SQL Component
SQL transformer applies SQL operations to transform and manipulate data, providing flexibility and expressiveness in data transformations within a data pipeline.
SQL transformer applies SQL operations to transform and manipulate data, providing flexibility and expressiveness in data transformations within a data pipeline.
The SQL component serves as a bridge between the extracted data and the desired transformed data, leveraging the power of SQL queries and database systems to enable efficient data processing and manipulation.
It also provides an option of using aggregation functions on the complete streaming data processed by the component. The user can use SQL transformations on Spark data frames with the help of this component.
All component configurations are classified broadly into the following sections:
Meta Information
Follow the given steps in the demonstration to configure the SQL transformation component.

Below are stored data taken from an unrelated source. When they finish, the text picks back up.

/**
 * The worker pool of `tauline simulate`: the runs of each strategy are split into contiguous ranges,
 * one per worker thread (simulate-worker.ts), and the parts combined with `combineMonteCarloParts`.
 * Every run draws from its own random stream selected by (seed, run index), so the output is the
 * same, byte for byte, for any number of workers.
 */
import { existsSync } from 'node:fs';
import { availableParallelism, loadavg } from 'node:os';
import { fileURLToPath } from 'node:url';
import { Worker } from 'node:worker_threads';
import type { MonteCarloPart, SteeringCommandJson } from '@tauline/sdk/steering';
import type { LeapSecondTable } from '@tauline/sdk/time';
import type { SimulateTask } from './simulate-worker.js';

/** Simulated (run × grid-epoch) steps per strategy from which the pool is used without --workers (about 0.1 s of work on one core). */
export const AUTO_POOL_STEPS = 5_000_000;

/** Largest --workers. */
export const MAX_WORKERS = 64;

/**
 * The built worker script: next to this module in dist/, or packages/cli/dist/ when this module
 * runs from the sources (the tests); undefined when neither exists (then the runs stay in-process,
 * with the same output).
 */
export function workerScript(): URL | undefined {
  for (const rel of ['./simulate-worker.js', '../dist/simulate-worker.js']) {
    const url = new URL(rel, import.meta.url);
    if (existsSync(fileURLToPath(url))) return url;
  }
  return undefined;
}

/**
 * How many workers to use: `requested` (--workers) when given; otherwise, when the work is at least
 * AUTO_POOL_STEPS, one per free core, free cores being the available cores less the 1-minute load
 * average, rounded (on a machine already busy with other work extra threads only add overhead);
 * else 1 (in-process). Never more workers than runs.
 */
export function workerCount(requested: number | undefined, runs: number, gridEpochs: number): number {
  const [oneMinuteLoad = 0] = loadavg();
  const free = Math.max(1, Math.min(availableParallelism(), Math.round(availableParallelism() - oneMinuteLoad)));
  const n = requested ?? (runs * gridEpochs >= AUTO_POOL_STEPS ? free : 1);
  return Math.min(n, runs);
}

/** What every range of one strategy shares. */
export interface PoolJob {
  scenario: unknown;
  commands: SteeringCommandJson[];
  seed: number;
  runs: number;
  leapSeconds?: LeapSecondTable;
}

type Reply = { id: number; progress?: number; part?: MonteCarloPart; error?: string };

/** A fixed set of worker threads, reused for every strategy of one command; `close()` ends them. */
export class SimulatePool {
  private readonly workers: Worker[];
  private nextId = 0;

  constructor(script: URL, size: number) {
    this.workers = Array.from({ length: size }, () => new Worker(script));
  }

  /**
   * Flies `job.runs` runs split into one contiguous range per worker; resolves with the parts in run order.
   * @param onProgress  Called with (runs done over all workers, job.runs).
   */
  run(job: PoolJob, onProgress?: (done: number, total: number) => void): Promise<MonteCarloPart[]> {
    const n = Math.min(this.workers.length, job.runs);
    let done = 0;
    const tasks = this.workers.slice(0, n).map((worker, w) => {
      const firstRun = Math.floor((w * job.runs) / n);
      const runCount = Math.floor(((w + 1) * job.runs) / n) - firstRun;
      const task: SimulateTask = {
        id: this.nextId++,
        scenario: job.scenario,
        commands: job.commands,
        seed: job.seed,
        firstRun,
        runCount,
        ...(job.leapSeconds ? { leapSeconds: job.leapSeconds } : {}),
      };
      return new Promise<MonteCarloPart>((resolve, reject) => {
        let reported = 0;
        const onError = (error: Error): void => {
          worker.off('message', onMessage);
          reject(error);
        };
        const onMessage = (reply: Reply): void => {
          if (reply.id !== task.id) return;
          if (reply.progress !== undefined) {
            reported += reply.progress;
            done += reply.progress;
            onProgress?.(done, job.runs);
            return;
          }
          worker.off('message', onMessage);
          worker.off('error', onError);
          if (reply.error !== undefined || reply.part === undefined) {
            reject(new Error(`simulation worker: ${reply.error ?? 'a final reply without its part'}`));
            return;
          }
          done += runCount - reported;
          onProgress?.(done, job.runs);
          resolve(reply.part);
        };
        worker.on('message', onMessage);
        worker.once('error', onError);
        worker.postMessage(task);
      });
    });
    return Promise.all(tasks);
  }

  /** Ends the worker threads. */
  async close(): Promise<void> {
    await Promise.all(this.workers.map((w) => w.terminate()));
  }
}
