/**
 * Output of `tauline broadcast`: what was asked for, the samples computed, and their JSON, CSV and table forms.
 */
import type { BroadcastSignal } from '@tauline/sdk/orbit';
import { signalClockSource } from '@tauline/sdk/orbit';
import { FLIGHT_CAUTION, type Io, type ParsedArgs, toJson } from './framework.js';
import { fitTable, outputWidth, wrapLines } from './layout.js';
import { NAV_FILE_UNITS, navHeaderLines } from './nav-summary.js';
import type { LoadedNavigation } from './navigation.js';

/** One sample of one satellite as printed. */
export interface SampleOut {
  t: string;
  relativisticSeconds: number | null;
  clockCorrectionSeconds: number | null;
  clockCorrectionSignalSeconds?: number | null;
  groupDelaySeconds?: number | null;
  groupDelayField?: string | null;
  toe?: string;
  issueOfData?: number;
  message?: string;
  reason?: string;
  /** Short form of `reason` for the table (not in JSON or CSV). */
  short?: string;
}

/** What `tauline broadcast` was asked for (flags read and checked, in the order their errors are reported). */
export interface BroadcastRequest {
  readonly files: readonly string[];
  readonly format: 'json' | 'csv' | 'table';
  /** Sample spacing, s. */
  readonly step: number;
  readonly utc: boolean;
  readonly galileoMessage: 'INAV' | 'FNAV';
  readonly includeUnhealthy: boolean;
  readonly filter: Set<string> | undefined;
  readonly signal: BroadcastSignal | undefined;
}

/** Per-satellite samples, the notes gathered and the number of samples without a valid record. */
export interface BroadcastResult {
  /**
   * `timeScale`: the scale of the samples' `t` (UTC with --time-scale utc); `toeScale`: the scale of their `toe`, always
   * the system's own (GPST, GST, BDT), null for a system not modelled (no record, no `toe`).
   */
  readonly out: { id: string; timeScale: string; toeScale: string | null; samples: SampleOut[] }[];
  readonly notes: Set<string>;
  readonly samplesWithoutRecord: number;
}

export function printBroadcastJson(
  io: Io,
  request: BroadcastRequest,
  nav: LoadedNavigation,
  result: BroadcastResult,
): void {
  const { signal } = request;
  io.out(
    toJson({
      timeScale: request.utc ? 'UTC' : 'system',
      step: request.step,
      selection:
        'nearest t_oe among healthy records whose fit interval covers t (ties: t_oe ≤ t, latest transmission, highest issue of data)',
      galileoMessage: request.galileoMessage,
      files: nav.files,
      ...(signal ? { signal, signalSource: signalClockSource(signal) } : {}),
      satellites: result.out.map((s) => ({ ...s, samples: s.samples.map(({ short: _short, ...x }) => x) })),
      samplesWithoutRecord: result.samplesWithoutRecord,
      recordsOutsideWindow: nav.outsideWindow,
      skipped: [...nav.skipped].map(([reason, n]) => ({ reason, count: n })),
      notes: [...result.notes],
      units: {
        step: 's',
        t: 'ISO 8601 in timeScale',
        relativisticSeconds: 's',
        clockCorrectionSeconds: 's',
        toe: "ISO 8601 in the satellite's toeScale (its system's own scale: GPST, GST or BDT)",
        ...(signal ? { clockCorrectionSignalSeconds: 's', groupDelaySeconds: 's' } : {}),
        files: NAV_FILE_UNITS,
      },
      caution: FLIGHT_CAUTION,
    }),
  );
}

export function printBroadcastCsv(io: Io, request: BroadcastRequest, result: BroadcastResult): void {
  const { signal } = request;
  io.out(
    `id,t,timeScale,relativisticSeconds,clockCorrectionSeconds,toe,toeScale,issueOfData,message${signal ? ',clockCorrectionSignalSeconds,groupDelaySeconds,groupDelayField' : ''}\n`,
  );
  for (const s of result.out) {
    // Each row names the scales of its two stamps, as the JSON does per satellite.
    const toeScale = s.toeScale ?? '';
    for (const x of s.samples) {
      io.out(
        `${s.id},${x.t},${s.timeScale},${x.relativisticSeconds ?? ''},${x.clockCorrectionSeconds ?? ''},${x.toe ?? ''},${x.toe === undefined ? '' : toeScale},${x.issueOfData ?? ''},${x.message ?? ''}` +
          (signal
            ? `,${x.clockCorrectionSignalSeconds ?? ''},${x.groupDelaySeconds ?? ''},${x.groupDelayField ?? ''}`
            : '') +
          '\n',
      );
    }
  }
  io.err(`${FLIGHT_CAUTION}\n`);
}

export function printBroadcastTable(
  io: Io,
  args: ParsedArgs,
  request: BroadcastRequest,
  nav: LoadedNavigation,
  result: BroadcastResult,
): void {
  const { signal } = request;
  const width = outputWidth(args);
  io.out(
    wrapLines(
      `Broadcast relativistic and clock corrections (${request.utc ? "t in UTC, t_oe in each system's own scale: GPST, GST, BDT" : "times in each system's own scale: GPST, GST, BDT"})\n\n`,
      width,
    ),
  );
  const rows: (string | number)[][] = [];
  // Fitted to the width, a sample without a record shows "—" for t_oe and its reason on a line of its own.
  const rowNotes: (string | undefined)[] = [];
  for (const s of result.out) {
    for (const x of s.samples) {
      rowNotes.push(width === undefined ? undefined : x.reason);
      const row: (string | number)[] = [
        s.id,
        x.t,
        x.relativisticSeconds === null ? '—' : (x.relativisticSeconds * 1e9).toFixed(4),
        x.clockCorrectionSeconds === null ? '—' : x.clockCorrectionSeconds.toExponential(12),
      ];
      if (signal) {
        row.push(
          x.clockCorrectionSignalSeconds == null ? '—' : x.clockCorrectionSignalSeconds.toExponential(12),
          x.groupDelaySeconds == null ? '—' : `${(x.groupDelaySeconds * 1e9).toFixed(4)} ${x.groupDelayField}`,
        );
      }
      row.push(x.toe ?? (width === undefined ? (x.reason ?? '') : '—'), x.message ?? '');
      rows.push(row);
    }
  }
  const headers = [
    'sat',
    't',
    'Δt_r (ns)',
    'Δt_sv (s)',
    ...(signal ? [`Δt_sv ${signal} (s)`, 'group delay (ns)'] : []),
    't_oe',
    'message',
  ];
  io.out(fitTable(headers, rows, { width, notes: rowNotes, below: [headers.length - 2, headers.length - 1] }));
  const skipped = [...nav.skipped].map(([reason, n]) => ({ reason, count: n }));
  const text: string[] = [];
  if (result.samplesWithoutRecord > 0)
    text.push(`\n${result.samplesWithoutRecord} sample(s) without a valid record (shown as —).\n`);
  text.push(`\nNavigation files (header parameters as broadcast):\n${navHeaderLines(nav.files).join('\n')}\n`);
  if (skipped.length > 0)
    text.push(`\nSkipped records:\n${skipped.map((s) => `  ${s.count} × ${s.reason}`).join('\n')}\n`);
  if (result.notes.size > 0) text.push(`\nNotes:\n${[...result.notes].map((n) => `  ${n}`).join('\n')}\n`);
  text.push(`\n${FLIGHT_CAUTION}\n`);
  io.out(wrapLines(text.join(''), width));
}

Please Note: The schema file that can be uploaded here is a JSON spark schema.
Query Type: There are two options available under this field:
Batch Query: When this option is selected, then there is no need to upload a schema file.
Aggregate Query: When this option is selected, it is mandatory to upload the spark schema file in JSON format of the in-event data.
Schema File name: Upload the spark schema file in JSON format when the Aggregate query is selected in the query type field.
Table name: Provide the table name
Query: Write an SQL query in this field.
Selected Columns: select the column name from the table, and provide the Alias name and the desired data type for that column.
Please Note: When Usging Aggregation Mode
Data Writing:
When configured for Aggregate Query mode and connected to DB Sync, the SQL component will not write data to the DB Sync event.
Monitoring:
In Aggregate mode, monitoring details for the SQL component will not be available on the monitoring page.
Running Aggregate Queries Freshly:
If you set the SQL component to Aggregate Query mode and want to run it afresh, clearing the existing event data is recommended. To achieve this:
Copy the component.
Paste the copied component to create a fresh instance.
Running the copied component ensures the query runs without including aggregations from previous runs.